+++ Listed entries

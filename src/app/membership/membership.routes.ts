import { Routes } from '@angular/router';
import { signedInGuard } from '../core/role-guard';

export const membershipRoutes: Routes = [
  {
    path: '',
    loadComponent: () => import('./membership-home').then((m) => m.MembershipHome),
    title: 'Club dues — Padside',
  },
  {
    path: 'card',
    canMatch: [signedInGuard],
    loadComponent: () => import('./member-card').then((m) => m.MemberCard),
    title: 'Member card — Padside',
  },
];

++++++

* Exercise prompt: Nothing from before the line containing "loadComponent: () => import('./member-card').then((m)" should appear; copy that line and each one after it through the last line of the entries, exactly.

* Your response:
    loadComponent: () => import('./member-card').then((m) => m.MemberCard),
    title: 'Member card — Padside',
  },
];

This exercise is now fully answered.